Task item:
Lines in the entries below where the word "push" shows up should each be copied.

[Data entries]
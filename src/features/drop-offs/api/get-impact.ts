import { queryOptions, useQuery } from "@tanstack/react-query";
import { HouseholdImpactSchema } from "@shared/schemas/households";
import { api } from "@/lib/api-client";
import { dropOffKeys } from "./keys";

/** What the household's fed drop-offs became (GET /api/households/mine/impact). */
export function getImpact(signal?: AbortSignal) {
  return api("/api/households/mine/impact", { schema: HouseholdImpactSchema, signal });
}

export const impactQueryOptions = () =>
  queryOptions({
    queryKey: dropOffKeys.impact(),
    queryFn: ({ signal }) => getImpact(signal),
  });

export function useImpact() {
  return useQuery(impactQueryOptions());
}
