/* ------------------------------------------------------------------ */
/* Result assembly                                                     */
/* ------------------------------------------------------------------ */

function assemble(prep: Prepared, outcome: SolveOutcome): AssignmentResult {
  const { input, model } = prep;
  const { households, digesters } = input;
  const assignments: HouseholdAssignment[] = [];
  const load = new Float64Array(digesters.length);
  const count = new Int32Array(digesters.length);
  let totalM = 0;
  let placedKg = 0;
  const add = (hi: number, d: number, pinned: boolean) => {
    const h = households[hi]!;
    const distanceM = haversineM({ lat: h.lat!, lng: h.lng! }, digesters[d]!);
    totalM += distanceM;
    placedKg += h.weeklyKg;
    load[d] = load[d]! + h.weeklyKg;
    count[d] = count[d]! + 1;
    assignments.push({
      householdId: h.id,
      digesterId: digesters[d]!.id,
      distanceM: metres(distanceM),
      weeklyKg: kg(h.weeklyKg),
      pinned,
    });
  };
  let pinnedCostDm = 0;
  for (const [hi, d] of prep.pinned) {
    add(hi, d, true);
    const h = households[hi]!;
    pinnedCostDm += roundDm(haversineM({ lat: h.lat!, lng: h.lng! }, digesters[d]!));
  }
  const unplaced: UnplacedHousehold[] = [];
  const unplace = (hi: number, reason: UnplacedReason, nearest: { d: number; m: number } | null) => {
    const h = households[hi]!;
    const w = Number.isFinite(h.weeklyKg) && h.weeklyKg > 0 ? h.weeklyKg : 0;
    const suggestion: UnplacedSuggestion =
      reason === "noRoom" && nearest
        ? { kind: "anotherDay", digesterId: digesters[nearest.d]!.id, distanceM: metres(nearest.m) }
        : { kind: "compostAtHome" };
    const limit = input.maxWalkingDistanceM;
    const message =
      reason === "noLocation"
        ? `Household ${h.id} has no location on the map; add one so it can be assigned. Until then it can compost at home.`
        : reason === "invalidAmount"
          ? `Household ${h.id} has no valid weekly amount (${h.weeklyKg}); correct it so it can be assigned.`
          : reason === "noDigesterWithinReach"
            ? typeof limit === "number" && Number.isFinite(limit) && prep.usable.some(Boolean)
              ? `No digester taking scraps is within ${limit} m of household ${h.id}; it can compost at home, or the walking limit can be raised.`
              : `No digester is taking scraps for household ${h.id} this week; it can compost at home.`
            : `Every digester within reach of household ${h.id} is full this week (${round1(w)} kg to place); it can bring its scraps to ${suggestion.kind === "anotherDay" ? suggestion.digesterId : "a digester"} another day, or compost at home.`;
    unplaced.push({ householdId: h.id, weeklyKg: kg(w), reason, suggestion, message });
  };
  for (const u of prep.preUnplaced) unplace(u.household, u.reason, null);
  let freeCostDm = 0;
  model.items.forEach((item, i) => {
    const hi = prep.itemHousehold[i]!;
    const d = outcome.assign[i]!;
    freeCostDm += costOf(item, d);
    if (d >= 0) add(hi, d, false);
    else unplace(hi, "noRoom", { d: item.digesters[0]!, m: item.costsDm[0]! / 10 });
  });
  const digesterLoads: DigesterLoad[] = digesters.map((d, j) => {
    const room = prep.fullRoomKg[j]!;
    return {
      digesterId: d.id,
      available: prep.usable[j]!,
      loadKg: kg(load[j]!),
      roomKg: kg(room),
      utilisation: room > 0 ? fraction(load[j]! / room) : null,
      householdCount: count[j]!,
    };
  });
  const objectiveDm = pinnedCostDm + freeCostDm;
  const boundDm = outcome.boundDm === null ? null : pinnedCostDm + Math.min(outcome.boundDm, freeCostDm);
  const gap =
    boundDm === null
      ? null
      : boundDm > 0
        ? fraction(Math.max(0, (objectiveDm - boundDm) / boundDm))
        : objectiveDm <= 1e-9
          ? fraction(0)
          : null;
  const messages = [...prep.messages, ...prep.contradictions.map((c) => c.message), ...outcome.notes];
  const unplacedKg = unplaced.reduce((s, u) => s + u.weeklyKg, 0);
  if (unplaced.length > 0)
    messages.push(
      `${unplaced.length} household(s) (${round1(unplacedKg)} kg a week) could not be placed; see the list for reasons and suggestions.`,
    );
  if (outcome.pruning) {
    messages.push(
      `This network is large (${model.items.length} households to place), so the plan was found approximately${gap === null ? "" : `: it is at most ${(gap * 100).toFixed(2)} % longer in walking than the best possible`}; it is not proven the best. (Method: LP relaxation over each household's ${outcome.pruning.candidatesPerHousehold} most promising digesters, ${outcome.pruning.pairsAddedByPricing} more priced back in, rounded, repaired and improved.)`,
    );
  }
  return {
    assignments,
    digesterLoads,
    unplaced,
    contradictions: prep.contradictions,
    messages,
    totalDistanceM: metres(totalM),
    placedKg: kg(placedKg),
    unplacedKg: kg(unplacedKg),
    objectiveM: objectiveDm / 10,
    lpBoundM: boundDm === null ? null : boundDm / 10,
    gapToLpBound: gap,
    provenOptimal: outcome.proven,
    method: outcome.method,
    solverStatus: outcome.status,
    pruning: outcome.pruning,
    modelVariables: outcome.modelVariables,
  };
}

Result for this exercise:
    assignments.push({
    unplaced.push({ householdId: h.id, weeklyKg: kg(w), reason, suggestion, message });
    messages.push(
    messages.push(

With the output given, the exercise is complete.